A recent case before the state appellate court in Manhattan illustrates this manner interpretation as it applies to coverage related to covid-19.  A Broadway show made an insurance claim since it had to close during the pandemic.  The insurance company said the claim was excluded by a provision that applied to losses related to “the imposition of quarantine or restriction in movement of people or animals by any national or international body or agency.”  The appeals court affirmed the trial court holding that, since New York’s quarantines were imposed by the state and not the federal government or an international agency, the provision did not apply.

Cases like this provide interesting insight into questions raised a few years ago about how insurance policies would apply in the pandemic.

Court Upholds Restrictions on Attorney Advertising Related to Pharmaceutical Cases

Litigation News, a magazine published by the American Bar Association, featured an article I wrote about a Court of Appeals decision that affirmed attorney advertising regulations over a free speech challenge.

West Virginia adopted regulations to govern how lawyers could advertise to clients seeking to sue pharmaceutical companies. Although the trial court had sided with lawyers challenging the law that its restrictions interfered with protected speech, the appellate court reversed and upheld the law.
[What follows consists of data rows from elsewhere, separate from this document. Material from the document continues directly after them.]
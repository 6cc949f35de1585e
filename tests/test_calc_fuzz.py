"""Fuzzing the calculators' arguments: never a crash, a hang, a traceback or bad JSON.

Each example takes a valid command line of one calculator and replaces the
value of one option (or adds one) with a value drawn from what a careless or
hostile user might type: wrong types, empty text, NaN and infinity, huge and
tiny numbers, negative values, thousands of digits, digits outside ASCII,
control characters, stray separators. The run must end with exit 0, 1 or 2
(docs/calculators.md), one line on stderr when it fails, no traceback, and with
``--json`` a document that a strict JSON parser reads. Seeded (the "beamplan"
hypothesis profile in conftest.py derandomizes); 300 examples in the suite, and
a longer run with e.g. ``BEAMPLAN_FUZZ_EXAMPLES=20000 HYPOTHESIS_PROFILE=explore``.
"""

from __future__ import annotations

import contextlib
import csv
import io
import json
import os
import time
from typing import Any

from hypothesis import HealthCheck, given, settings
from hypothesis import strategies as st

from beamplan.cli.main import main

# A valid command line of each calculator, and the options whose values are fuzzed.
BASE: dict[str, tuple[list[str], list[str]]] = {
    "mirror": (["--grazing", "5deg"],
               ["--grazing", "--wavelength", "--coating", "--density", "--roughness",
                "--polarisation", "--delta-beta", "--steps"]),
    "stack": (["--periods", "20"],
              ["--pair", "--period", "--absorber-fraction", "--periods", "--incidence",
               "--wavelength", "--cap", "--cap-thickness", "--substrate", "--roughness",
               "--polarisation", "--density", "--steps"]),
    "drift": (["--gas", "H2", "--pressure", "2Pa", "--length", "40m"],
              ["--gas", "--pressure", "--length", "--temperature", "--wavelength", "--steps"]),
    "demand": (["--dose", "30mJ/cm^2", "--wph", "150"],
               ["--dose", "--wph", "--power", "--wavelength", "--field", "--field-width",
                "--fields", "--slit-height", "--wafer-overhead", "--stage-speed",
                "--reflections", "--mirror-reflectivity", "--pellicle", "--dose-margin",
                "--critical-area", "--noise"]),
    "undulator": (["--energy", "1GeV", "--period", "2.8cm", "--k", "2.32"],
                  ["--energy", "--period", "--k", "--harmonic", "--check", "--tolerance"]),
    "beam": (["--size", "100um", "--divergence", "20urad", "--distance", "10m", "--grazing",
              "2deg", "--power", "1kW", "--reflectivity", "0.8"],
             ["--size", "--divergence", "--widths", "--distance", "--grazing", "--power",
              "--reflectivity", "--absorptance", "--wavelength", "--m2", "--mirror-length",
              "--mirror-width", "--radius", "--focal-length", "--substrate", "--steps"]),
}

UNITS = ["", "deg", "mrad", "nm", "m", "Pa", "mbar", "K", "degC", "g/cm^3", "W", "kW",
         "mJ/cm^2", "wph", "s", "m/s", "T", "GeV", "%", "/um", "nm^2", "kg", "eV"]
NUMBERS = st.one_of(
    st.floats(allow_nan=True, allow_infinity=True).map(repr),
    st.integers(min_value=-10**6, max_value=10**6).map(str),
    st.sampled_from(["0", "-0", "1e308", "1e-308", "1e400", "-1e400", "nan", "inf", "-inf",
                     "1_000", "0x10", "1,5", "١٣", "３", "²", "9" * 5000, "0." + "0" * 3000 + "1",
                     "1e999999999", ".", "-", "+", "e5", "1e", "5..6", "1/0"]),
)
WEIRD = st.sampled_from([
    "", " ", "\x00", "\x1b[2J", "5deg\n6deg", "\t", "s", "p", "unpolarised", "s=", "s=2",
    "p=-1", "none", "Ru", "air", "Mo/Si", "Mo/", "/Si", "H2O", "CH4", "Qq", "((((((", "a" * 300,
    "2deg..10deg", "2deg..10deg/9", "2deg..10deg/0", "2deg..2deg/5", "1nm..2nm/99999",
    "1m..2m..3m/4", "2deg,", ",", ",,,", "2deg,4deg,8deg", "Ru=12.2g/cm^3", "Ru=", "=12g/cm^3",
    "26mm:33mm", "26mm:", ":", "0.02,0.001", "1e300,1e300", "nan,nan", "5deg/3",
    "1GeV..2GeV/3", "-5deg", "--json", "—5deg", "5 deg", "5°", "½", "1e-30m", "1e30m",
])
VALUES = st.one_of(
    WEIRD,
    st.tuples(NUMBERS, st.sampled_from(UNITS)).map("".join),
    st.text(max_size=30),
)


def _run(argv: list[str]) -> tuple[int, str, str, float]:
    out, err = io.StringIO(), io.StringIO()
    start = time.perf_counter()
    with contextlib.redirect_stdout(out), contextlib.redirect_stderr(err):
        code = main(argv)
    return code, out.getvalue(), err.getvalue(), time.perf_counter() - start


def _strict(constant: str) -> Any:
    raise ValueError(f"not strict JSON: {constant}")


EXAMPLES = int(os.environ.get("BEAMPLAN_FUZZ_EXAMPLES", "300"))


@settings(max_examples=EXAMPLES, suppress_health_check=[HealthCheck.too_slow])
@given(calculator=st.sampled_from(sorted(BASE)), data=st.data(), value=VALUES,
       shape=st.sampled_from(["text", "--json", "--csv"]))
def test_any_calculator_argument_ends_cleanly(calculator: str, data: st.DataObject, value: str,
                                               shape: str) -> None:
    as_json = shape == "--json"
    base, options = BASE[calculator]
    option = data.draw(st.sampled_from(options), label="option")
    argv = list(base)
    if option in argv:
        argv[argv.index(option) + 1] = value
    else:
        argv += [option, value]
    if calculator == "demand" and option == "--power":  # --power replaces --wph
        at = argv.index("--wph")
        del argv[at:at + 2]
    if calculator == "beam" and option in ("--wavelength", "--absorptance"):  # alternatives
        other = "--divergence" if option == "--wavelength" else "--reflectivity"
        at = argv.index(other)
        del argv[at:at + 2]
    argv = ["calc", calculator, *argv, *([] if shape == "text" else [shape])]
    code, out, err, elapsed = _run(argv)
    assert code in (0, 1, 2), (argv, code, err[-500:])
    assert "Traceback" not in err and "internal error" not in err, (argv, err[-500:])
    assert elapsed < 10.0, (argv, elapsed)  # a bound far above any real run (a hang guard)
    if code == 1 and out:  # 'undulator --check' not reachable: the report, then exit 1
        assert calculator == "undulator" and err == "", (argv, err)
    elif code != 0:
        assert err.count("\n") == 1 and err.startswith("beamplan: error: "), (argv, err)
        assert len(err) < 600, (argv, err)  # a short excerpt, never the whole value
        assert not any(c in err for c in "\x00\x1b\r"), (argv, err)
    if as_json and out:
        document = json.loads(out, parse_constant=_strict)
        assert document["format"] == "beamplan-calc/2" and document["calculator"] == calculator
    if shape == "--csv" and out:  # a header, then rows of as many cells
        rows = list(csv.reader(io.StringIO(out)))
        assert len(rows) >= 2 and all(len(r) == len(rows[0]) for r in rows), (argv, out)
    if code == 0 and not as_json:
        assert out.endswith("\n") and err == ""
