"""Every default of the key description (layout/spec.py) is the one the readers apply.

A minimal layout leaves out every key that has a default; what the loaded
layout holds for that key must equal the description's text default, parsed
(the docs tables and the JSON schema show that text). The expected values are
the description's own; the hand values of the parser are checked in its
doctests (layout/spec_defaults.py) and below.
"""

from __future__ import annotations

from collections.abc import Callable
from typing import Any

import pytest

from beamplan.layout.loader import parse_layout
from beamplan.layout.model import (
    DriftSpec,
    ElementSpec,
    Layout,
    MirrorSpec,
    MultilayerSpec,
    SplitterSpec,
    SwitchSpec,
)
from beamplan.layout.spec import SECTIONS, find
from beamplan.layout.spec_defaults import default_range, default_value
from beamplan.layout.yamlpos import parse_yaml

# Every key with a default is left out; the multilayers are empty mappings.
MINIMAL = """\
layout: defaults
format: 1
sources:
  fel:
    power: 1 kW
    electrical: 2 MW
    undulator: {energy: 1 GeV, period: 2.8 cm, k: 2.32}
elements:
  m1: {kind: mirror, reflectivity: 0.9}
  ml: {kind: mirror, multilayer: {}, incidence: 5 deg}
  s1: {kind: splitter, outputs: {a: {}, b: {}}}
  d1: {kind: drift, gas: H2, pressure: 2 Pa, length: 10 m}
  sw: {kind: switch}
  x1: {kind: dump}
scanners:
  sc1: {dose: 30 mJ/cm^2, wph: 100, mirror_multilayer: {}}
beamlines:
  - fel -> m1 -> ml -> s1
  - s1.a -> d1 -> sw -> sc1
  - s1.b -> x1
"""


def _element(layout: Layout, eid: str) -> ElementSpec:
    return next(e for e in layout.elements if e.id == eid)


def _mirror(layout: Layout, eid: str) -> MirrorSpec:
    spec = _element(layout, eid)
    assert isinstance(spec, MirrorSpec)
    return spec


def _stack(layout: Layout) -> MultilayerSpec:
    stack = _mirror(layout, "ml").multilayer
    assert stack is not None
    return stack


def _output(layout: Layout) -> Any:
    splitter = _element(layout, "s1")
    assert isinstance(splitter, SplitterSpec)
    return splitter.outputs[0]


def _gas_temperature(layout: Layout) -> float:
    drift = _element(layout, "d1")
    assert isinstance(drift, DriftSpec) and drift.fill is not None
    return drift.fill.temperature_k


def _switch(layout: Layout) -> SwitchSpec:
    switch = _element(layout, "sw")
    assert isinstance(switch, SwitchSpec)
    return switch


def _interlayer(layout: Layout, field: str) -> Any:
    interlayers = _stack(layout).interlayers
    assert interlayers is not None
    return getattr(interlayers, field)


def _undulator(layout: Layout, field: str) -> Any:
    undulator = layout.sources[0].undulator
    assert undulator is not None
    return getattr(undulator, field)


def _scanner_demand(layout: Layout) -> Any:
    demand = layout.scanners[0].demand
    assert demand is not None
    return demand


# (section, key) -> what the loaded layout holds when the key is left out.
APPLIED: dict[tuple[str, str], Callable[[Layout], Any]] = {
    ("top", "wavelength"): lambda lay: lay.wavelength_m,
    ("source", "electrical_fixed"): lambda lay: lay.sources[0].electrical_fixed_w,
    ("source", "surplus"): lambda lay: lay.sources[0].surplus,
    ("source", "polarisation"): lambda lay: lay.sources[0].polarisation_degree,
    ("source", "polarisation_angle"): lambda lay: lay.sources[0].polarisation_angle_rad,
    ("source", "offline"): lambda lay: not lay.sources[0].in_use,
    ("undulator", "harmonic"): lambda lay: _undulator(lay, "harmonic"),
    ("undulator", "tunable"): lambda lay: _undulator(lay, "tunable"),
    ("undulator", "tolerance"): lambda lay: _undulator(lay, "tolerance"),
    ("element", "derate"): lambda lay: _element(lay, "m1").derate,
    ("element", "offline"): lambda lay: not _element(lay, "m1").in_use,
    ("mirror", "roughness"): lambda lay: _mirror(lay, "m1").roughness_m,
    ("mirror", "plane"): lambda lay: _mirror(lay, "m1").plane_rad,
    ("output", "efficiency"): lambda lay: _output(lay).efficiency,
    ("output", "fraction"): lambda lay: (_output(lay).fraction_min, _output(lay).fraction_max),
    ("drift", "temperature"): _gas_temperature,
    ("switch", "efficiency"): lambda lay: _switch(lay).efficiency,
    ("multilayer", "pair"): lambda lay: f"{_stack(lay).absorber}/{_stack(lay).spacer}",
    ("multilayer", "period"): lambda lay: _stack(lay).period_m,
    ("multilayer", "absorber_fraction"): lambda lay: _stack(lay).absorber_fraction,
    ("multilayer", "periods"): lambda lay: _stack(lay).periods,
    ("multilayer", "cap"): lambda lay: _stack(lay).cap,
    ("multilayer", "cap_thickness"): lambda lay: _stack(lay).cap_thickness_m,
    ("multilayer", "substrate"): lambda lay: _stack(lay).substrate,
    ("multilayer", "roughness"): lambda lay: _stack(lay).roughness_m,
    ("interlayers", "material"): lambda lay: _interlayer(lay, "material"),
    ("interlayers", "density"): lambda lay: _interlayer(lay, "density_g_cm3"),
    ("interlayers", "absorber_on_spacer"): lambda lay: _interlayer(lay, "absorber_on_spacer_m"),
    ("interlayers", "spacer_on_absorber"): lambda lay: _interlayer(lay, "spacer_on_absorber_m"),
    ("scanner", "mirror_incidence"): lambda lay: _scanner_demand(lay).train_incidence_rad,
    ("scanner", "priority"): lambda lay: lay.scanners[0].priority,
    ("scanner", "cap_at_useful"): lambda lay: lay.scanners[0].cap_at_useful,
    ("scanner", "offline"): lambda lay: not lay.scanners[0].in_use,
}


@pytest.fixture(scope="module")
def minimal() -> Layout:
    return parse_layout(parse_yaml(MINIMAL, "defaults.yaml"))


def _described(section: str, key: str) -> Any:
    spec = find(section, key)
    assert spec is not None and spec.default
    kinds = {"quantity": float, "int": int, "bool": bool, "choice": str, "text": str}
    if spec.type == "range":
        return default_range(section, key)
    return default_value(section, key, kinds[spec.type])


def test_every_described_default_is_checked() -> None:
    described = {(s, spec.name) for s, specs in SECTIONS.items() for spec in specs
                 if spec.default}
    assert described == set(APPLIED)


@pytest.mark.parametrize(("section", "key"), sorted(APPLIED))
def test_the_reader_applies_the_described_default(minimal: Layout, section: str,
                                                  key: str) -> None:
    assert APPLIED[section, key](minimal) == _described(section, key)


def test_the_minimal_layout_leaves_every_defaulted_key_out() -> None:
    # A test of the test: no key with a default is written in MINIMAL.
    written = {word.strip("{},:") for word in MINIMAL.split() if word.endswith(":")}
    keys = {key for _, key in APPLIED}
    assert written & keys == {"period"}  # the undulator's period, which has no default
    undulator_period = find("undulator", "period")
    assert undulator_period is not None and not undulator_period.default


@pytest.mark.parametrize(("section", "key", "expected"), [
    ("top", "wavelength", 13.5e-9),  # "13.5 nm", hand conversion
    ("undulator", "tolerance", 0.01),  # "1 %"
    ("drift", "temperature", 295.0),  # "295 K"
    ("interlayers", "density", 6.2),  # "6.2 g/cm^3" stays in g/cm³ (the unit of 'density')
    ("multilayer", "period", 6.9e-9),  # "6.9 nm"
    ("scanner", "cap_at_useful", True),  # "true"
])
def test_the_text_defaults_parse_to_hand_values(section: str, key: str, expected: Any) -> None:
    assert _described(section, key) == expected  # hand conversions of the text above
I found this case to be a very interesting examination of the protections afforded to commercial speech and an illustrating example of the litigation that ensues when governments adopt regulations that may seem like common sense.

Plaintiff Fails to Meet Burden for Imposition of Discovery Sanctions on Defendant

Parties in litigation are required to preserve evidence so they may provide it to their adversaries. A party may request that the court punish a litigant who destroys or “spoliates” evidence. But the burden to prove that a litigant spoliated evidence is high.

The state appellate court in Manhattan recently considered this burden in a recent case. The plaintiff in that case asked the court to punish the defendant for its failure to produce handwritten records of mechanic visits and a log book. The court denied sanctions because there was insufficient evidence the records existed and because the plaintiff never tried to get the book from the party most likely to currently possess it.

Cases like this illustrate the difficulty parties face in seeking discovery sanctions.